# Computing global monodromy of branched covering of Riemann sphere

Given an irreducible polynomial $$F(X,Y)\in\mathbb{C}[X,Y]$$, there is an associated Riemann surface $$S$$ obtained from the zero set of $$F$$. Projection onto the second coordinate gives a map $$\pi:S\to \widehat{\mathbb{C}}$$ from $$S$$ to the Riemann sphere which is a branched covering, say of degree $$d$$. This map is ramified at points $$P=(x,y)$$ for which $$y$$ is a repeated root of $$F(x,Y)$$. As discussed in Computing the monodromy for a cover of the Riemann sphere (and Puiseux expansions), it is possible to compute the local monodromy of the covering about such a point using Puiseux series. Specifically, we can determine the cycle type of the monodromy around $$P$$; and this is a complete description of the monodromy locally, since labelling of the sheets in a neighborhood of $$P$$ is arbitrary.

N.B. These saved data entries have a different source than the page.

/**
 * Badly conditioned rooms: a 40-person path whose ties alternate 1e-6 / 1e6 against the
 * closed form of hitting times of a birth-death chain, and a warning where 1e-9 is out of reach.
 *
 * Closed form (Levin, Peres & Wilmer, Markov Chains and Mixing Times, 2nd ed., 2017, section
 * 2.5, birth-and-death chains; derivation in docs/sparse-greedy.md): on a path 0..n-1 with tie
 * c_j between j-1 and j and d_l the strength of person l, the walk from j must cross the tie
 * (j-1, j), and E_j tau_{j-1} = (sum_{l >= j} d_l) / c_j. Hence with the starter at 0,
 *   h_i = E_i tau_0 = sum_{j=1..i} (sum_{l >= j} d_l) / c_j,
 * a sum of positive terms that floating point evaluates to about 1e-15 relative.
 */
import assert from 'node:assert/strict';
import { describe, it } from 'node:test';
import { EngineError, exactReach, plan, type RoomGraph } from '../../shared/engine/index';

function alternatingPath(n: number, small: number, big: number): RoomGraph {
  const ties = Array.from({ length: n - 1 }, (_, i) => ({ source: i, target: i + 1, strength: i % 2 === 0 ? small : big }));
  return { ids: Array.from({ length: n }, (_, i) => `p${i}`), directed: false, ties };
}

/** Hitting times of the set {a} on a path (birth-death closed form, both sides of a). */
function closedForm(g: RoomGraph, a: number): number[] {
  const n = g.ids.length;
  const c = (j: number) => g.ties[j - 1].strength; // tie (j-1, j)
  const d = (l: number) => (l > 0 ? c(l) : 0) + (l < n - 1 ? c(l + 1) : 0);
  const h = new Array<number>(n).fill(0);
  for (let i = a + 1; i < n; i++) {
    let s = 0;
    for (let l = i; l < n; l++) s += d(l);
    h[i] = h[i - 1] + s / c(i);
  }
  for (let i = a - 1; i >= 0; i--) {
    let s = 0;
    for (let l = 0; l <= i; l++) s += d(l);
    h[i] = h[i + 1] + s / c(i + 1);
  }
  return h;
}

describe('numerics of badly conditioned rooms', () => {
  const g = alternatingPath(40, 1e-6, 1e6);

  it('a 40-person path with ties alternating 1e-6 / 1e6 matches the birth-death closed form to 1e-9 per person', () => {
    for (const a of [0, 7, 19, 39]) {
      const ref = closedForm(g, a);
      const r = exactReach(g, [a], { solver: 'dense' });
      for (let i = 0; i < 40; i++) {
        if (i === a) continue;
        assert.ok(Math.abs(r.h[i] - ref[i]) <= 1e-9 * ref[i], `starter ${a}, person ${i}: ${r.h[i]} vs ${ref[i]}`);
      }
      assert.deepEqual(r.warnings, []);
    }
  });

  it('the sparse greedy and the dense greedy report the same total there, equal to the closed form', () => {
    const sparse = plan(g, { k: 1, method: 'greedy', sparseFrom: 2 });
    const dense = plan(g, { k: 1, method: 'greedy', sparseFrom: Infinity });
    assert.deepEqual(sparse.starters, dense.starters);
    const ref = closedForm(g, sparse.starters[0]).reduce((s, x) => s + x, 0);
    assert.ok(Math.abs(sparse.total - ref) <= 1e-9 * ref, `${sparse.total} vs ${ref}`);
    assert.ok(Math.abs(dense.total - ref) <= 1e-9 * ref, `${dense.total} vs ${ref}`);
  });

  it('stays accurate for any spread the number range allows (subtraction-free elimination), and refuses overflow clearly', () => {
    for (const e of [9, 50, 100]) {
      const wide = alternatingPath(40, 10 ** -e, 10 ** e);
      const ref = closedForm(wide, 0);
      const r = exactReach(wide, [0], { solver: 'dense' });
      for (let i = 1; i < 40; i++) assert.ok(Math.abs(r.h[i] - ref[i]) <= 1e-9 * ref[i], `1e${e}, person ${i}`);
    }
    const huge = alternatingPath(40, 1e-160, 1e160);
    assert.throws(
      () => exactReach(huge, [0], { solver: 'dense' }),
      (x: unknown) => x instanceof EngineError && x.code === 'SOLVER_FAILED' && /number range/.test(x.message),
    );
  });
});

However, to compute a global representation of the monodromy, we need to keep better track of the sheets. If $$P_1,...,P_k$$ are the ramification points, and $$\sigma_1,...\sigma_k$$ the monodromy permutations about each, it's not enough to know the cycle types of each $$\sigma_i$$ considered as an element of the symmetric group $$S_d$$. The two questions determine the interactions between the $$\sigma_i$$ for specific coverings The monodromy representation of the projection map from a Fermat Curve, Calculating monodromy, but answers to both use particular features of the covering. Is there a general technique?